A Clear Case of Racial Kidnapping.



Was Captain Michael Healy really the Black Hero of the North? Was he really the first Black captain in Coast Guard history? No, it would most probably have been Joe Jones, Earl Brown or Bobbie Wilkes in about 1988, well into the later part of the 20th Century.
This was a clear case of racial kidnapping by the United States Coast Guard. The United States Coast Guard historians wanted to claim African-American "trophy" officers of high rank earlier in Coast Guard history despite the fact that discrimination in the Coast Guard and other segments of American society prevented Blacks from gaining entrance to the service. Also, the lack of educational opportunities prevented real "Blacks" from creating an impressive "resume" in the 19th century. In the 17th Century it was a crime to teach a Black man or child to read and write. The Quakers were the first to apply “non-violent direct action” in protest of these flagrantly racist laws.
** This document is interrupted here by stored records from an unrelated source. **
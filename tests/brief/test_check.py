"""check: what blocks a release, what needs a reason, and nothing on a brief that is complete."""

from __future__ import annotations

import datetime as dt
import json
import shutil
from pathlib import Path

import pytest

from briefkit.brief.check import Finding, Level, findings
from briefkit.brief.identity import load_brief
from briefkit.brief.release import standing
from briefkit.brief.standing import DRAFT
from briefkit.errors import FaultyFile

TODAY = dt.date(2030, 6, 1)


def edit(path: Path, *pairs: tuple[str, str]) -> None:
    text = path.read_text(encoding="utf-8")
    for old, new in pairs:
        assert old in text
        text = text.replace(old, new)
    path.write_text(text, encoding="utf-8")


@pytest.fixture
def world(tmp_path: Path, examples: Path) -> Path:
    """The demo operator folder as a complete one: no longer said to be invented. Nobody has signed."""
    folder = Path(shutil.copytree(examples, tmp_path / "operator"))
    for path in (folder / "operation.toml", folder / "aircraft" / "pelquill-2t.toml"):
        lines = path.read_text(encoding="utf-8").split("\n")
        path.write_text("\n".join(line for line in lines if not line.startswith("invented")), encoding="utf-8")
    return folder


def serious(world: Path, today: dt.date = TODAY) -> list[Finding]:
    """What is found in the files themselves; signing and the computed page have tests of their own."""
    found = findings(world / "vellmark-2t", today, page=False)
    return [one for one in found if one.level is not Level.NOTE and not one.place.endswith(": signatures")]


def only(world: Path, today: dt.date = TODAY) -> Finding:
    (finding,) = serious(world, today)
    return finding


@pytest.mark.slow
def test_a_complete_brief_has_nothing_but_notes(world: Path) -> None:
    assert serious(world) == []
    notes = findings(world / "vellmark-2t", TODAY)
    assert [note.place.rpartition(": ")[2] for note in notes if note.level is Level.NOTE] == ["rotor.lift_slope"]


@pytest.mark.slow
def test_the_demo_brief_is_blocked_because_it_is_invented_and_unsigned(examples: Path) -> None:
    found = findings(examples / "vellmark-2t", TODAY)
    blocking = [finding.place.rpartition(": ")[2] for finding in found if finding.level is Level.BLOCKS]
    assert sorted(blocking) == ["invented", "invented", "signatures"]


def test_faults_of_all_files_are_listed_with_their_lines(world: Path) -> None:
    edit(world / "aircraft" / "pelquill-2t.toml", ('radius = "4.45 m"', 'radius = "4.45"'))
    edit(world / "operation.toml", ('"8,000 ft"', '"8,000"'))
    edit(world / "vellmark-2t" / "brief.toml", ("expires = 2032-02-29", 'expires = "2032-02-29"'))
    found = serious(world)
    assert {finding.level for finding in found} == {Level.BLOCKS}
    assert [finding.place.rpartition("/")[2] for finding in found] == [
        "brief.toml, line 9: document.expires",
        "operation.toml, line 17: work_areas.vellmark.pressure_altitudes, value 2",
        "pelquill-2t.toml, line 21: rotor.radius",
    ]


@pytest.mark.parametrize(
    ("old", "new", "place"),
    [
        ('radius = "4.45 m"', 'radius = "?"', "rotor.radius"),
        ('chord = { value = "225 mm"', 'chord = { value = "?"', "rotor.chord"),
        ('source = "flight manual 2-2 rev 4"', 'source = "?"', "limits.source"),
        ("70\n10,000", "?\n10,000", "vne.power_on.chart, row 8,000, column +40"),
    ],
)
def test_what_is_still_to_be_typed_is_one_finding_at_its_place(world: Path, old: str, new: str, place: str) -> None:
    edit(world / "aircraft" / "pelquill-2t.toml", (old, new))
    finding = only(world)
    assert (finding.level, finding.text) == (Level.BLOCKS, 'still "?"')
    assert finding.place.endswith(place)
    assert ", line " in finding.place


def test_a_value_still_marked_example_blocks(world: Path) -> None:
    edit(
        world / "aircraft" / "pelquill-2t.toml", ('rpm = "452 rpm"', 'rpm = "452 rpm"   # EXAMPLE'), ("# at 100 %", "")
    )
    finding = only(world)
    assert finding.place.endswith("rotor.rpm")
    assert "example" in finding.text


@pytest.mark.parametrize(
    ("old", "new", "place", "text"),
    [
        ('source = "flight manual 5-2 rev 4"\n', "", "calibration", "no source"),
        ('source = "maintenance manual 62-10 rev 7"\n', "", "rotor", "no source for radius, rpm, root_cutout"),
        ('spread = "2 mm", ', "", "rotor.chord", "no spread"),
    ],
)
def test_missing_sources_and_spreads_block(world: Path, old: str, new: str, place: str, text: str) -> None:
    edit(world / "aircraft" / "pelquill-2t.toml", (old, new))
    finding = only(world)
    assert (finding.level, finding.place.rpartition(": ")[2]) == (Level.BLOCKS, place)
    assert finding.text.startswith(text)


def test_a_missing_source_in_the_operation_blocks(world: Path) -> None:
    edit(world / "operation.toml", ('source = "OM-C 4.2 rev 9"\n', ""))
    assert only(world).place.endswith("work_areas.vellmark")


@pytest.mark.slow
def test_cells_outside_the_calibration_are_noted(world: Path) -> None:
    (world / "vellmark-2t" / "deck.toml").unlink()  # one of its cases asks where the calibration then ends
    edit(world / "aircraft" / "pelquill-2t.toml", ("\n120             116", ""))
    assert serious(world) == []
    texts = [finding.text for finding in findings(world / "vellmark-2t", TODAY)]
    assert "10 cells lie outside the airspeed calibration: no answer is computed from them" in texts


@pytest.mark.slow
def test_a_chart_that_rises_needs_a_reason(world: Path) -> None:
    edit(world / "aircraft" / "pelquill-2t.toml", ("6,000        105    96     88", "6,000        105    96     98"))
    finding = serious(world)[0]
    assert finding.level is Level.REASON
    assert "row 6,000, column +20" in finding.place
    edit(
        world / "aircraft" / "pelquill-2t.toml",
        (
            "[vne.power_off]",
            "[vne.reasons]\n"
            'rises_with_temperature = { cells = "row 6,000, column +20", reason = "so printed, asked the maker" }\n'
            'rises_with_altitude = { cells = "row 6,000, column +20", reason = "so printed, asked the maker" }\n'
            'similarity = { cells = "row 6,000, column +20", reason = "so printed, asked the maker" }\n'
            'out_of_line = { cells = "column +20", reason = "so printed, asked the maker" }\n'
            "[vne.power_off]",
        ),
    )
    assert serious(world) == []
    assert any("so printed" in finding.text for finding in findings(world / "vellmark-2t", TODAY))


@pytest.mark.parametrize(
    ("day", "expired"), [(dt.date(2032, 2, 28), False), (dt.date(2032, 2, 29), True), (dt.date(2040, 1, 1), True)]
)
def test_an_expired_brief_blocks_from_its_day_on(world: Path, day: dt.date, expired: bool) -> None:
    assert bool(serious(world, day)) is expired
    if expired:
        assert only(world, day).text == "expired on 2032-02-29"


@pytest.mark.parametrize(("expires", "blocks"), [("2032-04-01", False), ("2032-04-02", True)])
def test_expiry_beyond_the_policy_blocks(world: Path, expires: str, blocks: bool) -> None:
    edit(world / "vellmark-2t" / "brief.toml", ("expires = 2032-02-29", f"expires = {expires}"))
    assert bool(serious(world)) is blocks
    if blocks:
        assert "2032-04-01 at the latest (operation.toml" in only(world).remedy


def test_a_month_shorter_than_the_day_of_effect_ends_the_policy_on_its_last_day(world: Path) -> None:
    edit(world / "operation.toml", ("validity_months = 24", "validity_months = 11"))
    dates = (("effective = 2030-04-01", "effective = 2030-03-31"), ("expires = 2032-02-29", "expires = 2031-03-01"))
    edit(world / "vellmark-2t" / "brief.toml", *dates)
    assert "2031-02-28 at the latest" in only(world).remedy


def test_a_revision_without_a_line_of_changes_blocks(world: Path) -> None:
    edit(world / "vellmark-2t" / "brief.toml", ("revision = 0\nissued", "revision = 1\nissued"))
    assert only(world).text == "no line for revision 1"


@pytest.mark.slow
def test_the_notebook_has_to_be_there_and_readable_and_outputs_are_noted(world: Path) -> None:
    (world / "vellmark-2t" / "deck.toml").unlink()  # one of its cases asks where the calibration then ends
    path = world / "vellmark-2t" / "brief.ipynb"
    notebook = json.loads(path.read_text(encoding="utf-8"))
    notebook["cells"][1]["outputs"] = [{"output_type": "stream", "name": "stdout", "text": "1"}]
    path.write_text(json.dumps(notebook), encoding="utf-8")
    assert serious(world) == []
    assert any("outputs are stored" in finding.text for finding in findings(world / "vellmark-2t", TODAY))
    for broken in ("{", "[]", '{"cells": 3}'):
        path.write_text(broken, encoding="utf-8")
        assert only(world).text == "not a notebook that can be read"
    path.unlink()
    assert only(world).text == "no notebook"


def test_a_work_area_outside_the_manual_blocks(world: Path) -> None:
    edit(world / "operation.toml", ('"+30 degC"', '"+36 degC"'))
    found = serious(world)
    assert found
    assert all("work_areas.vellmark.temperatures" in finding.place for finding in found)


@pytest.mark.slow
def test_a_whole_operator_folder_lists_a_shared_finding_once(world: Path) -> None:
    shutil.copytree(world / "vellmark-2t", world / "second")
    edit(world / "aircraft" / "pelquill-2t.toml", ('radius = "4.45 m"', 'radius = "4.45"'))
    found = [finding for finding in findings(world, TODAY, page=False) if "rotor.radius" in finding.place]
    assert len(found) == 1


@pytest.mark.slow
def test_two_briefs_of_one_number_and_revision_block(world: Path) -> None:
    second = Path(shutil.copytree(world / "vellmark-2t", world / "second"))
    assert "NB-2T-001 rev 0 is also the brief in" in only(world).text
    edit(second / "brief.toml", ("revision = 0\nissued", "revision = 1\nissued"))
    assert serious(world) == []


@pytest.mark.parametrize(
    ("file", "old", "new", "place"),
    [
        ("vellmark-2t/brief.toml", "First issue", "First issue, ask ops@norrabeck.example", "brief.toml"),
        ("aircraft/pelquill-2t.toml", "order 2231", "order 2231, tel 555 0123 45", "vellmark-2t: sources"),
        ("operation.toml", "Norrabeck Rotor Charter", "Norrabeck, licence 4471882", "vellmark-2t: sources"),
    ],
)
def test_peoples_data_in_the_typed_files_block(world: Path, file: str, old: str, new: str, place: str) -> None:
    edit(world / file, (old, new))
    found = serious(world)
    assert found
    assert all(one.place.endswith(place) and "people are not on a brief" in one.remedy for one in found)


@pytest.mark.slow
def test_a_faulty_deck_blocks_and_leaves_the_page_a_draft(signed: Path, signing) -> None:
    """A deck that teaches a steeper bank than the tool permits today is held like any other file of the brief."""
    assert standing(load_brief(signed), TODAY).mark == ""
    signing.edit(signed / "deck.toml", ('most_bank = "20 deg"', 'most_bank = "30 deg"'))
    signing(signed)
    (found,) = [one for one in findings(signed, TODAY, page=False) if one.level is not Level.NOTE]
    assert found.level is Level.BLOCKS
    assert found.place.startswith("vellmark-2t/deck.toml, line ")
    assert standing(load_brief(signed), TODAY).mark == DRAFT


@pytest.mark.slow
def test_no_finding_holds_a_path_of_this_machine(world: Path, monkeypatch: pytest.MonkeyPatch) -> None:
    """From anywhere, by any path: places are those inside the operator folder."""
    for other in ("corrant-3f", "ysbrane-4h"):
        shutil.rmtree(world / other)
    (world / "register.toml").write_text('[[documents]]\nname = "flight manual"\n', encoding="utf-8")
    edit(world / "vellmark-2t" / "brief.toml", ('"014"', '"099"'))
    (world / "vellmark-2t" / "brief.ipynb").unlink()
    listed = []
    for here, path in ((world.parent, world), (world / "vellmark-2t", Path("..")), (Path("/"), world.relative_to("/"))):
        monkeypatch.chdir(here)
        listed.append(findings(path, TODAY, page=False))
    assert all(found == listed[0] for found in listed)
    places = {one.place.partition(",")[0].partition(":")[0] for one in listed[0]}
    assert places == {"register.toml", "vellmark-2t/brief.toml", "vellmark-2t/brief.ipynb", "aircraft/pelquill-2t.toml"}
    for one in listed[0]:
        assert str(world) not in str(one)
        assert not one.place.startswith(("/", ".", ":"))


def test_an_aircraft_file_alone(world: Path) -> None:
    path = world / "aircraft" / "pelquill-2t.toml"
    assert [finding.level for finding in findings(path, TODAY)] == [Level.NOTE]


def test_a_path_with_nothing_to_check_is_refused(tmp_path: Path) -> None:
    for path in (tmp_path, tmp_path / "none"):
        with pytest.raises(FaultyFile, match="nothing to check"):
            findings(path, TODAY)


def test_a_brief_outside_any_operator_folder_is_one_finding(tmp_path: Path, examples: Path) -> None:
    folder = Path(shutil.copytree(examples / "vellmark-2t", tmp_path / "alone"))
    found = [finding for finding in findings(folder, TODAY) if "operation.toml" in finding.text]
    assert len(found) == 1
    assert found[0].level is Level.BLOCKS


def test_a_finding_prints_on_one_line() -> None:
    finding = Finding(Level.BLOCKS, "brief.toml: people", "nobody yet", "sign it")
    assert str(finding) == "blocks release: brief.toml: people: nobody yet; sign it"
Captain Michael Morris Healy's memory was recently tarnished by the United States Coast Guard, which named an Icebreaker, the U.S.C.G.C. HEALY (launched in 1997) after him. Normally, it is a great honor to have a ship named after you. It is an insult, however, when the ship is named after you so the U.S. Coast Guard can honor a "Black" hero who was really Irish-American, at least 3/4 white, and identified as both white and Irish. In this case, someone told a group of black schoolkids at Virgil Grissom Junior High School in Queens, New York that they had a "Black" hero in Captain Healy. The black kids initiated a letter-writing campaign to get the Coast Guard to name a ship after Michael Healy. Now, these kids may be flattered by the idea that a person of obvious Caucasian phenotype shares their "race," but it is in fact a racial insult they are incapable of recognizing:
The Healy family's achievements do not show what "Blacks" could do in the 19th century because they were NOT BLACK.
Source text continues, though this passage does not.